▼

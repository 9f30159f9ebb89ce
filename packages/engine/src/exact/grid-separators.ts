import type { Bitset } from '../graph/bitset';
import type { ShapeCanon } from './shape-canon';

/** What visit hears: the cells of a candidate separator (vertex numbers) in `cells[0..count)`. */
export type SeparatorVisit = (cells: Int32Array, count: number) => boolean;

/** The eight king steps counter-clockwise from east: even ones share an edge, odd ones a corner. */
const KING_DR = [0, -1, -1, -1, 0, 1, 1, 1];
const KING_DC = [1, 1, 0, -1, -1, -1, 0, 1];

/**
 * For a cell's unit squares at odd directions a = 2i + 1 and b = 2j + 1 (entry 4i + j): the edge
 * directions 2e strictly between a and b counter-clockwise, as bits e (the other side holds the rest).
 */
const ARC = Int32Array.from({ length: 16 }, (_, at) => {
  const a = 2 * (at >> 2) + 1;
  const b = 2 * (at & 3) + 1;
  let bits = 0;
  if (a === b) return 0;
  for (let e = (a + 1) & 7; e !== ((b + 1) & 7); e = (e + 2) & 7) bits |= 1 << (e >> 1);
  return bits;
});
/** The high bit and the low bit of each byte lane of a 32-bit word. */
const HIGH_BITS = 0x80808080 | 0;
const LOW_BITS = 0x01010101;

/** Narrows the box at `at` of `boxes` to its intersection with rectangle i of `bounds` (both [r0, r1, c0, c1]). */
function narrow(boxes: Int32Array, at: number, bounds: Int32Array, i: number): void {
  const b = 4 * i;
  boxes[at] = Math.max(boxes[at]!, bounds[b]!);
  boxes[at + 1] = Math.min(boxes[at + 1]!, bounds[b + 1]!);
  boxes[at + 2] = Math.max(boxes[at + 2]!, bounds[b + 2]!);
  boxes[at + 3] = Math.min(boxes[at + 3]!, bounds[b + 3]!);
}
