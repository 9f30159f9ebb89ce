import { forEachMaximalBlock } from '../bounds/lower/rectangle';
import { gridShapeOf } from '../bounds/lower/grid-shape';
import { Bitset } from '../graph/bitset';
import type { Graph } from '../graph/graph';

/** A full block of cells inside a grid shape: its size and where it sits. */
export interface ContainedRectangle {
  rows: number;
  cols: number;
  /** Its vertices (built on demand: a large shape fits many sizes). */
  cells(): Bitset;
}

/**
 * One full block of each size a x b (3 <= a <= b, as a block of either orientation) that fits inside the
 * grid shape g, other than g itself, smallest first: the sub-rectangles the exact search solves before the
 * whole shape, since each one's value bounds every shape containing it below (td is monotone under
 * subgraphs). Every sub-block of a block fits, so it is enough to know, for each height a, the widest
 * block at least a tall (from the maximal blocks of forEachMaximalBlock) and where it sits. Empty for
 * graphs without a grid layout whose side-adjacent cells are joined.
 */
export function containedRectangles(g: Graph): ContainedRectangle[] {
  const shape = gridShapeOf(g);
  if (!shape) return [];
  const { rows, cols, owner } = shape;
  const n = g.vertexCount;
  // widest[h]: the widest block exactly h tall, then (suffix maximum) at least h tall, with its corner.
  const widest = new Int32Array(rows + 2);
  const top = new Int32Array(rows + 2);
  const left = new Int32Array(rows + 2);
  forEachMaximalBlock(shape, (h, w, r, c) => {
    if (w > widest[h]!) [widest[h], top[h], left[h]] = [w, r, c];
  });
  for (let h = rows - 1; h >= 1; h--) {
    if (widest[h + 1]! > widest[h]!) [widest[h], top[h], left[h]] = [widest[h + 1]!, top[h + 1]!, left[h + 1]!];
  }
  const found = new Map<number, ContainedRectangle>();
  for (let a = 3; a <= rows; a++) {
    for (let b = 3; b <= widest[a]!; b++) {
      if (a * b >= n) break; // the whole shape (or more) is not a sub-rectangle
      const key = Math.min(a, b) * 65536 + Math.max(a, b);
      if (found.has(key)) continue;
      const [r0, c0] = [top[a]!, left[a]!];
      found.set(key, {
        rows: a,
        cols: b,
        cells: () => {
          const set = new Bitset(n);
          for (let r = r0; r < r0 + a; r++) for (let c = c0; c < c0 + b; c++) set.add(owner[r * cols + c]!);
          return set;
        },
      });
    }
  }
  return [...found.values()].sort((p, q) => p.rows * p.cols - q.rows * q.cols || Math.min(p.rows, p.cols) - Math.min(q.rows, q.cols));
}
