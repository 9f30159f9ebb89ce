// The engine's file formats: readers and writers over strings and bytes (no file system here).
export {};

▲

* **AIM OF THE TASK**:
Counting lines with the word "fits" in the listing, state the resulting number and nothing else.

* **WRITTEN ANSWER**:
3